··· Provided material
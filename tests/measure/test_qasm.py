"""OpenQASM 3 export: the exported circuit implements the stored setting."""

import re

import numpy as np
import pytest
import stim

from manybody.measure.ensembles import GlobalEnsemble, LocalEnsemble, ShallowEnsemble
from manybody.measure.qasm import setting_qasm
from tests.helpers import chain, dense_unitary

QASM_TO_STIM = {"h": "H", "s": "S", "sdg": "S_DAG", "x": "X", "y": "Y", "z": "Z", "cx": "CX"}


def qasm_to_stim(text, n):
    """Read the gate lines back (stim as the independent simulator)."""
    circuit = stim.Circuit()
    circuit.append("I", [n - 1])
    assert text.startswith("OPENQASM 3.0;\ninclude \"stdgates.inc\";")
    assert text.rstrip().endswith("c = measure q;")
    for name, args in re.findall(r"^(h|s|sdg|x|y|z|cx) (q\[\d+\](?:, q\[\d+\])?);$", text, flags=re.M):
        circuit.append(QASM_TO_STIM[name], [int(i) for i in re.findall(r"\d+", args)])
    return circuit


@pytest.mark.parametrize("ens", [LocalEnsemble(4), ShallowEnsemble(4, 2, chain(4)), GlobalEnsemble(4)],
                         ids=lambda e: e.kind)
def test_exported_circuit_equals_setting(ens):
    settings = ens.draw(5, np.random.default_rng(8))
    for k in range(5):
        text = setting_qasm(ens, settings, k)
        u_qasm = stim.Tableau.from_circuit(qasm_to_stim(text, 4)).to_unitary_matrix(endian="big")
        u_ref = dense_unitary(ens, settings, k)
        overlap = abs(np.trace(u_qasm.conj().T @ u_ref)) / 16
        assert overlap == pytest.approx(1.0)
······
Task prompt.
Your answer must be the full set of entries, copied exactly.

Task solution.
filename tests/measure/test_qasm.py
"""OpenQASM 3 export: the exported circuit implements the stored setting."""

import re

import numpy as np
import pytest
import stim

from manybody.measure.ensembles import GlobalEnsemble, LocalEnsemble, ShallowEnsemble
from manybody.measure.qasm import setting_qasm
from tests.helpers import chain, dense_unitary

QASM_TO_STIM = {"h": "H", "s": "S", "sdg": "S_DAG", "x": "X", "y": "Y", "z": "Z", "cx": "CX"}


def qasm_to_stim(text, n):
    """Read the gate lines back (stim as the independent simulator)."""
    circuit = stim.Circuit()
    circuit.append("I", [n - 1])
    assert text.startswith("OPENQASM 3.0;\ninclude \"stdgates.inc\";")
    assert text.rstrip().endswith("c = measure q;")
    for name, args in re.findall(r"^(h|s|sdg|x|y|z|cx) (q\[\d+\](?:, q\[\d+\])?);$", text, flags=re.M):
        circuit.append(QASM_TO_STIM[name], [int(i) for i in re.findall(r"\d+", args)])
    return circuit


@pytest.mark.parametrize("ens", [LocalEnsemble(4), ShallowEnsemble(4, 2, chain(4)), GlobalEnsemble(4)],
                         ids=lambda e: e.kind)
def test_exported_circuit_equals_setting(ens):
    settings = ens.draw(5, np.random.default_rng(8))
    for k in range(5):
        text = setting_qasm(ens, settings, k)
        u_qasm = stim.Tableau.from_circuit(qasm_to_stim(text, 4)).to_unitary_matrix(endian="big")
        u_ref = dense_unitary(ens, settings, k)
        overlap = abs(np.trace(u_qasm.conj().T @ u_ref)) / 16
        assert overlap == pytest.approx(1.0)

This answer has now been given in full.